**RECORDS SHOWN:**
import type { IncomingMessage, ServerResponse } from "node:http";
import { fileUrls } from "./callback";
import type { FakeContext } from "./context";
import { HttpError, readJsonObject, sendJson } from "./http-util";
import { requireApiKey } from "./registration-routes";
import { signUrl } from "./signing";

type Body = Record<string, unknown>;
type Route = (body: Body, ctx: FakeContext) => Promise<unknown>;

const USAGE_LIMIT_BYTES = 2 * 1024 * 1024 * 1024;

/** Keys named by `{ fileKeys: [...] }` or `{ customIds: [...] }` (UTApi's keyType option). */
async function keysFrom(body: Body, ctx: FakeContext): Promise<string[]> {
  const refs = Array.isArray(body.fileKeys)
    ? body.fileKeys.map((fileKey: unknown) => ({ fileKey }))
    : Array.isArray(body.customIds)
      ? body.customIds.map((customId: unknown) => ({ customId }))
      : null;
  if (!refs) throw new HttpError(400, "Expected fileKeys or customIds");
  const keys: string[] = [];
  for (const ref of refs) {
    const key = await ctx.store.resolve(ref);
    if (key) keys.push(key);
  }
  return keys;
}

function updatesFrom(body: Body): Body[] {
  if (!Array.isArray(body.updates)) throw new HttpError(400, "Expected updates");
  return body.updates.filter((u: unknown): u is Body => typeof u === "object" && u !== null);
}

// Request and response shapes follow UTApi in uploadthing/server (sdk/index).
const routes: Record<string, Route> = {
  "/v6/deleteFiles": async (body, ctx) => {
    let deletedCount = 0;
    for (const key of await keysFrom(body, ctx)) if (await ctx.store.remove(key)) deletedCount++;
    return { success: true, deletedCount };
  },
  "/v6/getFileUrl": async (body, ctx) => ({
    data: (await keysFrom(body, ctx)).map((key) => ({ key, url: fileUrls(ctx.publicUrl, ctx.appId, key).ufsUrl })),
  }),
  "/v6/listFiles": async (body, ctx) => {
    const all = await ctx.store.list();
    const offset = typeof body.offset === "number" ? body.offset : 0;
    const limit = typeof body.limit === "number" ? body.limit : 500;
    const page = all.slice(offset, offset + limit);
    return {
      hasMore: offset + page.length < all.length,
      files: page.map((f) => ({
        id: f.key,
        customId: f.customId,
        key: f.key,
        name: f.name,
        size: f.size,
        status: "Uploaded",
        uploadedAt: f.uploadedAt,
      })),
    };
  },
  "/v6/renameFiles": async (body, ctx) => {
    for (const u of updatesFrom(body)) {
      const key = await ctx.store.resolve(u);
      if (key && typeof u.newName === "string") await ctx.store.update(key, { name: u.newName });
    }
    return { success: true };
  },
  "/v6/updateACL": async (body, ctx) => {
    for (const u of updatesFrom(body)) {
      const key = await ctx.store.resolve(u);
      if (key && (u.acl === "private" || u.acl === "public-read")) await ctx.store.update(key, { acl: u.acl });
    }
    return { success: true };
  },
  "/v6/getUsageInfo": async (_body, ctx) => {
    const total = await ctx.store.totalBytes();
    return {
      totalBytes: total,
      appTotalBytes: total,
      filesUploaded: (await ctx.store.list()).length,
      limitBytes: USAGE_LIMIT_BYTES,
    };
  },
  "/v6/requestFileAccess": async (body, ctx) => {
    const key = await ctx.store.resolve(body);
    if (!key) throw new HttpError(404, "File not found");
    const ttl = typeof body.expiresIn === "number" ? body.expiresIn : 3600;
    const url = signUrl(fileUrls(ctx.publicUrl, ctx.appId, key).ufsUrl, ctx.apiKey, ttl);
    return { url, ufsUrl: url };
  },
};

export function isApiRoute(pathname: string): boolean {
  return Object.hasOwn(routes, pathname);
}

export async function handleApi(
  req: IncomingMessage,
  res: ServerResponse,
  ctx: FakeContext,
  pathname: string,
): Promise<void> {
  const route = routes[pathname];
  if (!route) throw new HttpError(404, "Unknown API route");
  requireApiKey(req, ctx);
  sendJson(res, 200, await route(await readJsonObject(req), ctx));
}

**GOAL OF THE EXERCISE:**
Would you write out the full set of records above without alteration?

**REPLY:**
import type { IncomingMessage, ServerResponse } from "node:http";
import { fileUrls } from "./callback";
import type { FakeContext } from "./context";
import { HttpError, readJsonObject, sendJson } from "./http-util";
import { requireApiKey } from "./registration-routes";
import { signUrl } from "./signing";

type Body = Record<string, unknown>;
type Route = (body: Body, ctx: FakeContext) => Promise<unknown>;

const USAGE_LIMIT_BYTES = 2 * 1024 * 1024 * 1024;

/** Keys named by `{ fileKeys: [...] }` or `{ customIds: [...] }` (UTApi's keyType option). */
async function keysFrom(body: Body, ctx: FakeContext): Promise<string[]> {
  const refs = Array.isArray(body.fileKeys)
    ? body.fileKeys.map((fileKey: unknown) => ({ fileKey }))
    : Array.isArray(body.customIds)
      ? body.customIds.map((customId: unknown) => ({ customId }))
      : null;
  if (!refs) throw new HttpError(400, "Expected fileKeys or customIds");
  const keys: string[] = [];
  for (const ref of refs) {
    const key = await ctx.store.resolve(ref);
    if (key) keys.push(key);
  }
  return keys;
}

function updatesFrom(body: Body): Body[] {
  if (!Array.isArray(body.updates)) throw new HttpError(400, "Expected updates");
  return body.updates.filter((u: unknown): u is Body => typeof u === "object" && u !== null);
}

// Request and response shapes follow UTApi in uploadthing/server (sdk/index).
const routes: Record<string, Route> = {
  "/v6/deleteFiles": async (body, ctx) => {
    let deletedCount = 0;
    for (const key of await keysFrom(body, ctx)) if (await ctx.store.remove(key)) deletedCount++;
    return { success: true, deletedCount };
  },
  "/v6/getFileUrl": async (body, ctx) => ({
    data: (await keysFrom(body, ctx)).map((key) => ({ key, url: fileUrls(ctx.publicUrl, ctx.appId, key).ufsUrl })),
  }),
  "/v6/listFiles": async (body, ctx) => {
    const all = await ctx.store.list();
    const offset = typeof body.offset === "number" ? body.offset : 0;
    const limit = typeof body.limit === "number" ? body.limit : 500;
    const page = all.slice(offset, offset + limit);
    return {
      hasMore: offset + page.length < all.length,
      files: page.map((f) => ({
        id: f.key,
        customId: f.customId,
        key: f.key,
        name: f.name,
        size: f.size,
        status: "Uploaded",
        uploadedAt: f.uploadedAt,
      })),
    };
  },
  "/v6/renameFiles": async (body, ctx) => {
    for (const u of updatesFrom(body)) {
      const key = await ctx.store.resolve(u);
      if (key && typeof u.newName === "string") await ctx.store.update(key, { name: u.newName });
    }
    return { success: true };
  },
  "/v6/updateACL": async (body, ctx) => {
    for (const u of updatesFrom(body)) {
      const key = await ctx.store.resolve(u);
      if (key && (u.acl === "private" || u.acl === "public-read")) await ctx.store.update(key, { acl: u.acl });
    }
    return { success: true };
  },
  "/v6/getUsageInfo": async (_body, ctx) => {
    const total = await ctx.store.totalBytes();
    return {
      totalBytes: total,
      appTotalBytes: total,
      filesUploaded: (await ctx.store.list()).length,
      limitBytes: USAGE_LIMIT_BYTES,
    };
  },
  "/v6/requestFileAccess": async (body, ctx) => {
    const key = await ctx.store.resolve(body);
    if (!key) throw new HttpError(404, "File not found");
    const ttl = typeof body.expiresIn === "number" ? body.expiresIn : 3600;
    const url = signUrl(fileUrls(ctx.publicUrl, ctx.appId, key).ufsUrl, ctx.apiKey, ttl);
    return { url, ufsUrl: url };
  },
};

export function isApiRoute(pathname: string): boolean {
  return Object.hasOwn(routes, pathname);
}

export async function handleApi(
  req: IncomingMessage,
  res: ServerResponse,
  ctx: FakeContext,
  pathname: string,
): Promise<void> {
  const route = routes[pathname];
  if (!route) throw new HttpError(404, "Unknown API route");
  requireApiKey(req, ctx);
  sendJson(res, 200, await route(await readJsonObject(req), ctx));
}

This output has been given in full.